=== PROVIDED INFORMATION ===
"""The text interface of offgrid (Textual).

Only this package imports Textual; the engine never does.  Start with
:func:`offgrid.tui.launch.run` (the ``offgrid`` command) or
:func:`offgrid.tui.app.make_app` (tests, benchmarks).
"""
===
## TASK DESCRIPTION:
What is needed is an exact copy of every entry.

## YOUR RESPONSE:
"""The text interface of offgrid (Textual).

Only this package imports Textual; the engine never does.  Start with
:func:`offgrid.tui.launch.run` (the ``offgrid`` command) or
:func:`offgrid.tui.app.make_app` (tests, benchmarks).
"""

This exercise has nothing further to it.